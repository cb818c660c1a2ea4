"""Random, well-detailed end-plate joints for invariants and the engine benchmark.

A joint is built from a seed: catalogue sections, a bolt size and class, a plate, rows laid
out within EN 1993-1-8 Table 3.3's spacings and clear of the welds, and sometimes column
stiffeners. The numbers are a generator's, not a design: they exercise the engine over the
range real joints cover.
"""

from __future__ import annotations

import math
import random
from dataclasses import replace

from ifcjoint.catalogue.materials import steel_strength
from ifcjoint.catalogue.sections import ISection, catalogue
from ifcjoint.engine.inputs import (
    BoltsInput,
    EndPlateJointInput,
    MemberInput,
    PlateInput,
    StiffenerInput,
    WeldsInput,
)

#: Tensile stress areas of ISO metric coarse threads, mm2 (ISO 898-1; from memory).
STRESS_AREA = {16: 157.0, 20: 245.0, 22: 303.0, 24: 353.0, 27: 459.0, 30: 561.0}
#: fub of the bolt classes, MPa (EN 1993-1-8 Table 3.1).
FUB = {"8.8": 800.0, "10.9": 1000.0}

_COLUMNS = [k for k in catalogue() if k.startswith(("HEA", "HEB", "HEM", "UC"))]
_BEAMS = [k for k in catalogue() if k.startswith(("IPE", "UB"))]


def member(name: str, grade: str, *, span: float | None = None) -> MemberInput:
    """A catalogue section as an engine member, strengths from EN 1993-1-1 Table 3.1."""
    s: ISection = catalogue()[name]
    st = steel_strength(grade, s.tf)
    return MemberInput(
        name=name, grade=grade, h=s.h, b=s.b, tw=s.tw, tf=s.tf, r=s.r, fy=st.fy, fu=st.fu,
        span=span, Iy=s.Iy, Wpl_y=s.Wpl_y,
    )


def _d0(d: int) -> float:
    """Normal clearance hole, EN 1090-2 (from memory): d + 2 up to M24, d + 3 above."""
    return d + 2.0 if d <= 24 else d + 3.0


def random_end_plate_joint(seed: int) -> EndPlateJointInput | None:
    """A random end-plate joint, or None when the draw cannot be detailed (caller redraws)."""
    rnd = random.Random(seed)
    grade = rnd.choice(["S235", "S275", "S355"])
    col = member(rnd.choice(_COLUMNS), grade)
    beam = member(rnd.choice(_BEAMS), rnd.choice(["S275", "S355"]),
                  span=rnd.uniform(4000, 12000))
    if beam.h < 240 or beam.b > col.b + 1e-6:
        return None
    d = rnd.choice([16, 20, 24, 27, 30])
    d0 = _d0(d)
    a_f = rnd.choice([6.0, 7.0, 8.0, 10.0])
    a_w = rnd.choice([4.0, 5.0, 6.0])
    tp = float(rnd.choice([12, 15, 20, 25, 30]))
    bp = min(col.b, beam.b + rnd.choice([0.0, 10.0, 20.0, 40.0]))
    # Gauge: bolts clear of the web welds and the column root (m > 0 with room for a nut),
    # edge distances at least 1.25 d0 on plate and column flange.
    low = max(2.4 * d0 + 1, beam.tw + 2 * (0.8 * a_w * math.sqrt(2)) + 2 * d,
              col.tw + 2 * 0.8 * col.r + 2 * d)
    high = min(bp, col.b) - 2 * 1.25 * d0
    if low > high:
        return None
    gauge = round(rnd.uniform(low, high) / 5) * 5
    gauge = min(max(gauge, low), high)
    extended = rnd.random() < 0.6
    leg_f = a_f * math.sqrt(2)
    pitch = max(2.2 * d0 + 1, rnd.choice([3.0, 3.5, 4.0]) * d)
    rows = []
    proj_top = proj_bottom = rnd.choice([10.0, 15.0])
    if extended:
        mx = rnd.uniform(max(1.5 * d, 0.8 * leg_f + d), 2.2 * d + 0.8 * leg_f)
        ex = rnd.uniform(1.25 * d0, 2.0 * d0)
        rows.append(-(mx + 0.8 * leg_f))
        proj_top = -rows[0] + ex
    z = beam.tf + 0.8 * leg_f + rnd.uniform(1.5 * d, 2.5 * d)
    n_rows = rnd.choice([1, 2, 3])
    for _ in range(n_rows):
        if z > beam.h / 2 - beam.tf:
            break
        rows.append(z)
        z += pitch
    rows.append(beam.h - beam.tf - 0.8 * leg_f - rnd.uniform(1.5 * d, 2.5 * d))  # shear row
    if len(rows) < 2 or rows[-1] - rows[-2] < 2.2 * d0:
        return None
    fy_p = steel_strength(grade, tp)
    plate = PlateInput(grade=grade, tp=tp, bp=bp, hp=beam.h + proj_top + proj_bottom,
                       fy=fy_p.fy, fu=fy_p.fu, projection_top=proj_top,
                       projection_bottom=proj_bottom)
    cls = rnd.choice(["8.8", "10.9"])
    bolts = BoltsInput(d=d, grade=cls, fub=FUB[cls], As=STRESS_AREA[d], d0=d0, gauge=gauge,
                       rows_from_beam_top=tuple(rows))
    welds = WeldsInput(top_flange_throat=a_f, bottom_flange_throat=a_f, web_throat=a_w,
                       assumed=False)
    inp = EndPlateJointInput(column=col, beam=beam, plate=plate, bolts=bolts, welds=welds,
                             beta=rnd.choice([0.0, 1.0]))
    kind = rnd.random()
    if kind < 0.3:
        inp = replace(inp, stiffeners=stiffeners_for(inp, rnd.random() < 0.5,
                                                     rnd.random() < 0.7))
    return inp


def stiffeners_for(inp: EndPlateJointInput, tension: bool, compression: bool,
                   t: float | None = None) -> tuple[StiffenerInput, ...]:
    """Pairs of full-width stiffeners in line with the beam flanges (outstand within 14 eps)."""
    col, beam = inp.column, inp.beam
    b = (col.b - col.tw) / 2 - 5
    eps = math.sqrt(235 / col.fy)
    t = t or max(beam.tf, math.ceil(b / (14 * eps)))
    out = []
    if tension:
        out.append(StiffenerInput(level=beam.tf / 2, t=t, b=b, fy=col.fy, snipe=max(col.r, 15),
                                  weld_leg=8))
    if compression:
        out.append(StiffenerInput(level=beam.h - beam.tf / 2, t=t, b=b, fy=col.fy,
                                  snipe=max(col.r, 15), weld_leg=8))
    return tuple(out)


def random_joints(n: int, start: int = 0) -> list[EndPlateJointInput]:
    """n random joints (seeds from ``start``; draws that cannot be detailed are skipped)."""
    out: list[EndPlateJointInput] = []
    seed = start
    while len(out) < n:
        j = random_end_plate_joint(seed)
        seed += 1
        if j is not None:
            out.append(j)
    return out
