"""Content digests of a model's elements, from the file's text.

A digest covers what an element's read depends on, so that an earlier read can be reused
when nothing it depends on changed.

An element's digest covers (common practice, no source: a Merkle hash over the STEP
instance graph, with entity numbers replaced by the digests of what they name):

* the element's own record and everything it names, recursively (placement chain,
  representation, profiles, points, GlobalId, names, tag, type attributes); an
  ``IfcOwnerHistory`` counts as one and the same everywhere (exporters stamp a new one on
  every export);
* every relationship naming the element (material, property sets, type, spatial container,
  openings, aggregation, connections ...), each without the attribute that holds the element
  (a storey's list of a thousand elements does not make them all change together), the
  other attributes by their digests;
* for its type object, the relationships naming the type in turn (its material); for the
  assembly it is a part of, the assembly's relationships (its storey, which the part takes);
* for every material, the material property sets naming it (IFC4 ``IfcMaterialProperties``,
  IFC2X3 mechanical and other material properties).

How (so that a model of two million instances digests in a few seconds): the text is parsed
once into each instance's *template* (its record with every entity number taken out) and its
references in order, with numpy over the file's bytes when the file has one instance a line
(the usual layout), else instance by instance. Each template is hashed (BLAKE2b, 64 bits),
and the graph is hashed level by level from the leaves up with a 64-bit mixing function
(the SplitMix64 finaliser, common practice, no source) over the children's hashes and
their positions. Both parses give the same digests for the same records, so a model that
is only laid out differently (lines wrapped, comments added) is still recognised.

Comments in the data section are left out. Anything the parser does not recognise (an
instance it cannot delimit, instances other than those ifcopenshell read, a reference
cycle) makes :func:`element_digests` return None: nothing is reused.
"""

from __future__ import annotations

import hashlib
import re
from functools import partial
from operator import itemgetter, methodcaller

import numpy as np

#: One instance of the data section: ``#12=IFCNAME(args);`` with strings that may hold ``;``.
_INSTANCE = re.compile(rb"#(\d+)\s*=\s*([A-Za-z0-9_]+)\s*\(((?:[^;']|'(?:[^']|'')*')*)\)\s*;",
                       re.S)
_REF = re.compile(rb"#(\d+)")
#: A string (kept) or a comment (dropped): strings first, so a "/*" in a string is text.
_COMMENT = re.compile(rb"('(?:[^']|'')*')|/\*.*?\*/", re.S)
#: A top-level attribute: strings, parenthesised lists (two levels) and bare tokens.
_ATTRIBUTE = re.compile(
    rb"(?:'(?:[^']|'')*'|\((?:[^()']|'(?:[^']|'')*'|\((?:[^()']|'(?:[^']|'')*')*\))*\)|[^,()'])+")
#: One record of one line (fast layout): its name and its attributes.
_RECORD = re.compile(rb"#\d+= *([A-Za-z0-9_]+)\((.*)\);", re.S)

_U = np.uint64
_C1, _C2, _GOLD = _U(0xBF58476D1CE4E5B9), _U(0x94D049BB133111EB), _U(0x9E3779B97F4A7C15)
_S30, _S27, _S31 = _U(30), _U(27), _U(31)
#: The hashes standing for a reference to nothing and for any owner history.
_MISSING, _OWNER = _U(0x6D697373696E6721), _U(0x6F776E6572686973)
#: The position given to a material's property sets (one multiset, any order).
_PROPS_POSITION = 1 << 20
#: More levels than this is taken as a reference cycle.
_MAX_DEPTH = 4000
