"""Compare a scan with the generator's sidecar truth (never with earlier scanner output)."""

from __future__ import annotations

import math
from dataclasses import dataclass, field

import numpy as np

from ifcjoint.model.joints import ScanResult

#: Defects the generator plants -> the finding code that must flag them.
DEFECT_CODES = {
    "edge_distance": "edge_distance_min",
    "pitch": "pitch_min",
    "plate_wider_than_column_flange": "plate_wider_than_column_flange",
    "bolt_too_short": "bolt_too_short",
    "plate_without_bolts": "plate_without_bolts",
    "bolts_without_plate": "bolts_without_plate",
    "gap_to_column": "gap_to_column",
}


@dataclass
class Comparison:
    missing: list = field(default_factory=list)  # truth joints not found
    extra: list = field(default_factory=list)  # found joints not in truth
    wrong_column: list = field(default_factory=list)
    wrong_axis: list = field(default_factory=list)
    wrong_parts: list = field(default_factory=list)
    wrong_guess: list = field(default_factory=list)
    wrong_partner: list = field(default_factory=list)
    wrong_other: list = field(default_factory=list)
    missed_defects: list = field(default_factory=list)  # planted, not flagged
    false_findings: list = field(default_factory=list)  # flagged, not planted
    n_truth: int = 0

    def problems(self) -> dict:
        return {k: v for k, v in vars(self).items() if isinstance(v, list) and v}


def end_map(result: ScanResult, truth: dict) -> dict[tuple[str, str], str]:
    """Map truth (beam, end) to the scanner's end name by geometry.

    The truth's end points are in the unrotated frame; rotation and offset are rigid, so the
    scanner's end whose distance to the *other* truth end matches is found by comparing each
    beam's two end points with the truth's after fitting the rigid plan transform.
    """
    # Collect truth points and scanned points per (beam, end).
    tp, sp = [], []
    members = {m.guid: m for m in result.model.members}
    recs = truth["joints"] + truth["other_beam_ends"]
    for r in recs:
        m = members.get(r["beam"])
        if m is None:
            continue
        tp.append(r["end_point_mm"])
        sp.append((m.start, m.end))
    tp = np.array(tp)
    # Fit plan rotation + offset from the options (known to the generator).
    opt = truth["options"]
    rot = math.radians(opt.get("rotation_deg", 0.0))
    off = np.array([*opt.get("offset", (0.0, 0.0)), 0.0])
    c, s = math.cos(rot), math.sin(rot)
    R = np.array([[c, -s, 0], [s, c, 0], [0, 0, 1.0]])
    out = {}
    for r in recs:
        m = members.get(r["beam"])
        if m is None:
            continue
        p = R @ np.array(r["end_point_mm"]) + off
        ds = np.linalg.norm(np.array(m.start) - p)
        de = np.linalg.norm(np.array(m.end) - p)
        # end_point_mm is the top-of-steel point; the scanner's is the section centre.
        out[(r["beam"], r["beam_end"])] = "start" if ds < de else "end"
    return out


def compare(result: ScanResult, truth: dict) -> Comparison:
    emap = end_map(result, truth)
    cmp = Comparison(n_truth=len(truth["joints"]))
    found = {(j.beam, j.beam_end): j for j in result.joints}
    ids = {(j.beam, j.beam_end): j.id for j in result.joints}
    expected_keys = set()
    for t in truth["joints"]:
        key = (t["beam"], emap.get((t["beam"], t["beam_end"]), t["beam_end"]))
        expected_keys.add(key)
        j = found.get(key)
        if j is None:
            cmp.missing.append(t["key"])
            continue
        if j.column != t["column"]:
            cmp.wrong_column.append(t["key"])
        if j.axis != t["axis"]:
            cmp.wrong_axis.append(t["key"])
        plates = sorted(p.guid for p in j.plates)
        bolts = sorted(b.guid for b in j.fasteners if b.role == "bolt")
        welds = sorted(b.guid for b in j.fasteners if b.role == "weld")
        if plates != t["plates"] or bolts != t["bolts"] or welds != t["welds"]:
            cmp.wrong_parts.append(
                (t["key"], {"plates": (len(plates), len(t["plates"])),
                            "bolts": (len(bolts), len(t["bolts"])),
                            "welds": (len(welds), len(t["welds"]))}))
        want_arch = t.get("archetype", t["first_guess"])
        if j.archetype != want_arch:
            cmp.wrong_guess.append((t["key"], j.archetype, want_arch, j.archetype_reason))
        expected = {DEFECT_CODES[d] for d in t["defects"]}
        if truth["options"].get("anonymous_fasteners") and t["bolts"]:
            expected.add("bolt_class_missing")  # the names say nothing of the class
        got = {f.code for f in j.findings}
        cmp.missed_defects += [(t["key"], c) for c in sorted(expected - got)]
        cmp.false_findings += [(t["key"], c) for c in sorted(got - expected)]
        want = None
        if t["partner"]:
            pk = (t["partner"]["beam"],
                  emap.get((t["partner"]["beam"], t["partner"]["beam_end"])))
            want = ids.get(pk)
        if j.partner != want:
            cmp.wrong_partner.append(t["key"])
    for key in found:
        if key not in expected_keys:
            cmp.extra.append(key)
    others = {(o.beam, o.beam_end): o for o in result.other_beam_ends}
    for t in truth["other_beam_ends"]:
        key = (t["beam"], emap.get((t["beam"], t["beam_end"]), t["beam_end"]))
        o = others.get(key)
        if o is None or o.kind != t["kind"] or (t["other"] and o.other != t["other"]):
            cmp.wrong_other.append((t["beam"], t["beam_end"], t["kind"],
                                    o.kind if o else None))
    return cmp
* * * * *
Copy range, inclusive: the line holding "from dataclasses import replace" to the line holding "#: Tensile stress". Reproduce exactly those lines of the records above and no others.

ANSWER SECTION:
from dataclasses import replace

from ifcjoint.catalogue.materials import steel_strength
from ifcjoint.catalogue.sections import ISection, catalogue
from ifcjoint.engine.inputs import (
    BoltsInput,
    EndPlateJointInput,
    MemberInput,
    PlateInput,
    StiffenerInput,
    WeldsInput,
)

#: Tensile stress areas of ISO metric coarse threads, mm2 (ISO 898-1; from memory).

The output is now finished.